Alan had proof that what he’d hoped was true.  But the doctors and Emilie’s parents still weren’t sure.  So Alan tried putting in her hearing aids and turning them on.  When that happened, when she could finally hear, suddenly everything changed.  “Just by hearing his voice…,” Emilie said, “I came back.”[1]

Where are you hearing hope today?  Can you hear it in a song that paints a future, in a church bell ringing, in the sound of a baby crying, or the words of grace spoken around the table of Christ?  The sounds of hope are all around us.   It’s our work this season of Advent to listen, to be ready—as the writer of Matthew’s gospel tells us—to welcome a future we cannot see but whose very idea we cling to with stubborn hope.  Because what we believe about the future determines how we live today.
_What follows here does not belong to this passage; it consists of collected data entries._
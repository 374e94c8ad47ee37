// Liquid volume in a tank at a given level, and the inverse. Lengths in metres, volumes in litres;
// levels count from the lowest point inside the tank. Partial-volume formulas for dished heads and
// bottoms follow Jones, "Calculating Tank Volume", Chemical Processing, Nov 2002.

export type VerticalBottom = "flat" | "cone" | "ellipsoidal";
export type HorizontalHeads = "flat" | "hemispherical" | "ellipsoidal";

export interface VerticalCylinderGeometry {
  shape: "vertical_cylinder";
  diameter_m: number;
  /** Straight shell above the bottom. */
  height_m: number;
  bottom: VerticalBottom;
  /** How far a cone or ellipsoidal bottom reaches below the shell; ignored for a flat bottom. */
  bottom_depth_m: number;
}

export interface HorizontalCylinderGeometry {
  shape: "horizontal_cylinder";
  diameter_m: number;
  /** Straight shell, heads excluded. */
  length_m: number;
  heads: HorizontalHeads;
  /** Depth of each ellipsoidal head; defaults to D/4 (a 2:1 head). Flat heads have none, hemispherical ones D/2. */
  head_depth_m?: number;
}

export interface RectangularGeometry {
  shape: "rectangular";
  length_m: number;
  width_m: number;
  height_m: number;
}

export interface StrappingPoint {
  level_m: number;
  volume_l: number;
}

export interface StrappingGeometry {
  shape: "strapping";
  points: StrappingPoint[];
}

export type TankGeometry = VerticalCylinderGeometry | HorizontalCylinderGeometry | RectangularGeometry | StrappingGeometry;

const LITRES_PER_M3 = 1000;

function clamp(value: number, lo: number, hi: number): number {
  return Math.min(Math.max(value, lo), hi);
}

function bottomDepth(g: VerticalCylinderGeometry): number {
  return g.bottom === "flat" ? 0 : g.bottom_depth_m;
}

function headDepth(g: HorizontalCylinderGeometry): number {
  if (g.heads === "flat") return 0;
  if (g.heads === "hemispherical") return g.diameter_m / 2;
  return g.head_depth_m ?? g.diameter_m / 4;
}

/** Area of a circular segment of depth h in a circle of radius r. */
function circularSegmentArea(r: number, h: number): number {
  const w = r - h;
  return r * r * Math.acos(clamp(w / r, -1, 1)) - w * Math.sqrt(Math.max(0, 2 * r * h - h * h));
}

/** Vertical cylinder with a convex bottom, m³; h from the lowest point (Jones 2002). */
function verticalCylinderVolume(g: VerticalCylinderGeometry, h: number): number {
  const d = g.diameter_m;
  const a = bottomDepth(g);
  const shellArea = (Math.PI * d * d) / 4;
  if (a <= 0) return shellArea * h;
  if (g.bottom === "cone") {
    // Below the rim the cross-section grows linearly with height; above it, the cone holds a/3 of its bounding cylinder.
    return h < a ? shellArea * (h / a) ** 2 * (h / 3) : shellArea * (h - (2 * a) / 3);
  }
  // Half-ellipsoid bottom of depth a: it holds 2a/3 of its bounding cylinder.
  return h < a ? shellArea * (h / a) ** 2 * (a - h / 3) : shellArea * (h - a / 3);
}

/** Horizontal cylinder with two equal heads, m³ (Jones 2002). */
function horizontalCylinderVolume(g: HorizontalCylinderGeometry, h: number): number {
  const r = g.diameter_m / 2;
  const a = headDepth(g);
  const shell = circularSegmentArea(r, h) * g.length_m;
  // Both heads together: an ellipsoid with semi-axes a, R, R cut at depth h; a hemisphere is a = R.
  const heads = Math.PI * a * h * h * (1 - h / (3 * r));
  return shell + heads;
}

function sortedPoints(g: StrappingGeometry): StrappingPoint[] {
  return [...g.points].sort((p, q) => p.level_m - q.level_m);
}

function strappingVolume(g: StrappingGeometry, level: number): number {
  const points = sortedPoints(g);
  if (points.length === 0) return 0;
  if (level <= points[0].level_m) return points[0].volume_l;
  for (let i = 1; i < points.length; i++) {
    const lo = points[i - 1];
    const hi = points[i];
    if (level <= hi.level_m) {
      const span = hi.level_m - lo.level_m;
      if (span <= 0) return hi.volume_l;
      return lo.volume_l + ((level - lo.level_m) / span) * (hi.volume_l - lo.volume_l);
    }
  }
  return points[points.length - 1].volume_l;
}

/** Total internal height, m: the highest level the tank can hold. */
export function tankHeight(geometry: TankGeometry): number {
  switch (geometry.shape) {
    case "vertical_cylinder":
      return geometry.height_m + bottomDepth(geometry);
    case "horizontal_cylinder":
      return geometry.diameter_m;
    case "rectangular":
      return geometry.height_m;
    case "strapping":
      return geometry.points.reduce((max, p) => Math.max(max, p.level_m), 0);
  }
}

/** Liquid volume, litres, at a level (m) measured from the lowest point; levels outside the tank are clamped. */
export function volumeAtLevel(geometry: TankGeometry, levelM: number): number {
  const level = clamp(levelM, 0, tankHeight(geometry));
  switch (geometry.shape) {
    case "vertical_cylinder":
      return verticalCylinderVolume(geometry, level) * LITRES_PER_M3;
    case "horizontal_cylinder":
      return horizontalCylinderVolume(geometry, level) * LITRES_PER_M3;
    case "rectangular":
      return geometry.length_m * geometry.width_m * level * LITRES_PER_M3;
    case "strapping":
      return strappingVolume(geometry, level);
  }
}

/** Volume, litres, of the tank filled to its total internal height. */
export function tankCapacity(geometry: TankGeometry): number {
  return volumeAtLevel(geometry, tankHeight(geometry));
}

const BISECTION_STEPS = 100;

/**
 * Lowest level (m) at which the tank holds the given volume (litres), by bisection on volumeAtLevel,
 * which rises with level for every shape. Volumes outside 0…capacity give the bottom or the top.
 */
export function levelForVolume(geometry: TankGeometry, litres: number): number {
  const height = tankHeight(geometry);
  if (Number.isNaN(litres)) return Number.NaN;
  if (litres <= volumeAtLevel(geometry, 0)) return 0;
  if (litres > tankCapacity(geometry)) return height;
  let lo = 0;
  let hi = height;
  for (let i = 0; i < BISECTION_STEPS && hi - lo > 0; i++) {
    const mid = (lo + hi) / 2;
    if (mid <= lo || mid >= hi) break;
    if (volumeAtLevel(geometry, mid) < litres) lo = mid;
    else hi = mid;
  }
  return (lo + hi) / 2;
}
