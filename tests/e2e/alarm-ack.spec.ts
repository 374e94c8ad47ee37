import { expect, test } from "@playwright/test";
import { signInAs } from "../support/browser";
import { anonymous, signedIn, type Agent } from "../support/session";
import { createTankWithDevice } from "../support/fleet";
import { sql } from "../support/db";
import { firstLink, waitForMail } from "../support/mail-sink";
import { runWorkerOnce } from "../support/worker";

// Issue 5 end to end in the browser: readings push a tank over H, the worker raises the alarm and
// e-mails the technician, the technician opens the link (not signed in) and confirms, the alarm is
// acknowledged as theirs, and readings below H − deadband bring it back to normal. Then the alarms
// page: bulk acknowledge with a comment and shelve with a reason, as an operator.

// Speed of sound in dry air at 20 °C (REFERENCES.md §1); the readings carry air_temp_c 20.
const C_20 = 343.215;
const MOUNT_M = 3;

async function provision(setpoints: Record<string, unknown>) {
  const admin = await signedIn("admin@halftrip.test");
  const operator = await signedIn("operator@halftrip.test");
  const fleet = await createTankWithDevice(admin, { device: { expected_interval_s: 3600 } });
  await operator.put(`/api/assets/${fleet.tank.id}/setpoints`).send({ setpoints }).expect(200);
  const ids = await sql<{ id: string; email: string }>(`SELECT id, email FROM users WHERE email IN ('technician@halftrip.test', 'operator@halftrip.test')`);
  const order = ["technician@halftrip.test", "operator@halftrip.test"].map((e) => ids.find((u) => u.email === e)!.id);
  await operator.put(`/api/sites/${fleet.site.id}/on-call`).send({ user_ids: order }).expect(200);
  let clock = 0;
  let seq = 1;
  const send = async (levels: number[]) => {
    clock = Math.max(clock, Date.now() - levels.length * 10_000);
    const readings = levels.map((level) => {
      clock += 10_000;
      // Round-trip echo time t = 2·d / c (REFERENCES.md §2), d = mount height − level.
      return { seq: seq++, at: new Date(clock).toISOString(), channel: 0, echo_us: Math.round(((2 * (MOUNT_M - level)) / C_20) * 1e7) / 10, air_temp_c: 20 };
    });
    const res = await anonymous().post("/api/v1/readings").set("Authorization", `Bearer ${fleet.apiKey}`).send({ readings });
    expect(res.status).toBe(202);
    expect(res.body.rejected).toEqual([]);
  };
  return { ...fleet, operator, send };
}

async function alarmOf(agent: Agent, tankId: string, kind: string) {
  const list = await agent.get(`/api/alarms?asset_id=${tankId}&kind=${kind}&state=normal,active`).expect(200);
  return (await agent.get(`/api/alarms/${list.body.items[0].id}`).expect(200)).body;
}


const repeat = (level: number, n: number) => Array.from({ length: n }, () => level);

test("the technician acknowledges an H alarm from the e-mail link, and the alarm returns to normal", async ({ page }) => {
  test.setTimeout(180_000);
  const t = await provision({ h: { value: 2.0, deadband_m: 0.14, on_delay_s: 30, priority: "medium" } });
  await t.send([...repeat(1.5, 6), ...repeat(2.2, 12)]);
  await runWorkerOnce();
  expect((await alarmOf(t.operator, t.tank.id, "h")).state).toBe("unacknowledged");

  const mail = await waitForMail("technician@halftrip.test", (m) => m.subject.includes(t.tank.name));
  const link = firstLink(mail.text, "/ack/");
  await page.goto(link);
  await expect(page.getByRole("heading", { name: "Acknowledge this alarm?" })).toBeVisible();
  await expect(page.getByText("recorded as Tess Technician (technician@halftrip.test)")).toBeVisible();
  await expect(page.getByText(t.tank.name)).toBeVisible();
  await expect(page.getByRole("note")).toContainText("not an overfill-prevention or safety system");
  // Opening the page acknowledged nothing.
  expect((await alarmOf(t.operator, t.tank.id, "h")).state).toBe("unacknowledged");

  await page.getByLabel("Comment (optional)").fill("checking the inlet valve");
  await page.getByRole("button", { name: "Acknowledge" }).click();
  await expect(page.getByRole("status")).toContainText("Acknowledged as technician@halftrip.test");
  // The page no longer asks: its heading and the state row say what happened.
  await expect(page.getByRole("heading", { name: "Alarm acknowledged" })).toBeVisible();
  await expect(page.getByRole("heading", { name: "Acknowledge this alarm?" })).toHaveCount(0);
  await expect(page.locator("dd [data-state]")).toHaveText("Acknowledged");
  const acked = await alarmOf(t.operator, t.tank.id, "h");
  expect(acked.state).toBe("acknowledged");
  expect(acked.acknowledged_by.email).toBe("technician@halftrip.test");
  expect(acked.events.find((e: { kind: string }) => e.kind === "acknowledged")).toMatchObject({
    actor_label: "technician@halftrip.test",
    comment: "checking the inlet valve",
    from_state: "unacknowledged",
    to_state: "acknowledged",
  });

  // The link works once.
  await page.goto(link);
  await expect(page.getByRole("heading", { name: "This link cannot be used" })).toBeVisible();
  await expect(page.getByText("This acknowledge link was already used")).toBeVisible();

  await t.send(repeat(1.8, 12));
  await runWorkerOnce();
  const normal = await alarmOf(t.operator, t.tank.id, "h");
  expect(normal.state).toBe("normal");
  expect(normal.events.some((e: { kind: string; to_state: string }) => e.kind === "returned_to_normal" && e.to_state === "normal")).toBe(true);
});

test("an operator acknowledges two alarms at once with a comment and shelves one with a reason", async ({ page }) => {
  test.setTimeout(180_000);
  const t = await provision({ hh: { value: 2.5, on_delay_s: 30, priority: "high" }, h: { value: 2.0, on_delay_s: 30, priority: "medium" } });
  await t.send([...repeat(1.5, 6), ...repeat(2.7, 12)]);
  await runWorkerOnce();

  await signInAs(page, "operator@halftrip.test");
  await page.goto(`/alarms?site_id=${t.site.id}`);
  await expect(page.getByRole("note")).toContainText("API 2350 / IEC 61511");
  const rows = page.locator("tbody tr");
  await expect(rows).toHaveCount(2);
  await expect(rows.first()).toContainText("▲");
  await expect(rows.first()).toContainText("High");
  await expect(rows.first()).toContainText("Unacknowledged");

  await page.getByLabel("Select every alarm on this page that can be acknowledged").check();
  await page.getByRole("button", { name: "Acknowledge selected" }).click();
  const dialog = page.getByRole("dialog");
  await dialog.getByLabel("Comment (optional)").fill("crew on site");
  await dialog.getByRole("button", { name: "Acknowledge" }).click();
  await expect(dialog).toHaveCount(0);
  await expect(rows.filter({ hasText: "Unacknowledged" })).toHaveCount(0);
  await expect(rows.filter({ hasText: "Acknowledged" })).toHaveCount(2);
  const hh = await alarmOf(t.operator, t.tank.id, "hh");
  expect(hh.events.find((e: { kind: string }) => e.kind === "acknowledged")).toMatchObject({ actor_label: "operator@halftrip.test", comment: "crew on site" });

  await rows.filter({ hasText: "H level ·" }).filter({ hasNotText: "HH level" }).getByRole("button", { name: /^Shelve/ }).click();
  await dialog.getByRole("button", { name: "Shelve" }).click();
  await expect(dialog.getByText("Give a reason for shelving.")).toBeVisible();
  await dialog.getByLabel("Reason").fill("pump test this morning");
  await dialog.getByLabel("For").selectOption({ label: "1 h" });
  const asked = Date.now();
  await dialog.getByRole("button", { name: "Shelve" }).click();
  await expect(dialog).toHaveCount(0);
  await expect(rows.filter({ hasText: "Shelved" })).toHaveCount(1);
  const h = await alarmOf(t.operator, t.tank.id, "h");
  expect(h).toMatchObject({ state: "shelved", shelve_reason: "pump test this morning" });
  // One hour from some instant between the click and now (1 s either side for the stored precision).
  expect(Date.parse(h.shelved_until)).toBeGreaterThanOrEqual(asked + 3_600_000 - 1000);
  expect(Date.parse(h.shelved_until)).toBeLessThanOrEqual(Date.now() + 3_600_000 + 1000);
});

test("a viewer sees the alarms but no acknowledge or shelve buttons", async ({ page }) => {
  await signInAs(page, "viewer@halftrip.test");
  await page.goto("/alarms?state=all");
  await expect(page.getByRole("heading", { name: "Alarms" })).toBeVisible();
  await expect(page.locator("tbody tr").first()).toBeVisible();
  await expect(page.getByRole("button", { name: /^Acknowledge/ })).toHaveCount(0);
  await expect(page.getByRole("button", { name: /^Shelve/ })).toHaveCount(0);
});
Theologian Frederick Beuchner writes: “In the silence of a midwinter dusk there is far off in the deeps of it somewhere a sound so faint that for all you can tell it may be only the sound of the silence itself. You hold your breath to listen….  The extraordinary thing that is about to happen is matched only by the extraordinary moment just before it happens. Advent is the name of that moment….  [I]f you concentrate just for an instant, far off in the deeps of yourself somewhere you can feel the beating of your heart. For all its madness and lostness, not to mention your own, you can hear the world itself holding its breath.”[2]

Today is the Advent Sunday of hope.  Can you hear it?

Shhhh.  Listen.

 

[1] http://www.radiolab.org/story/110206-finding-emilie/

[2] from Whistling in the Dark, p. 2-3.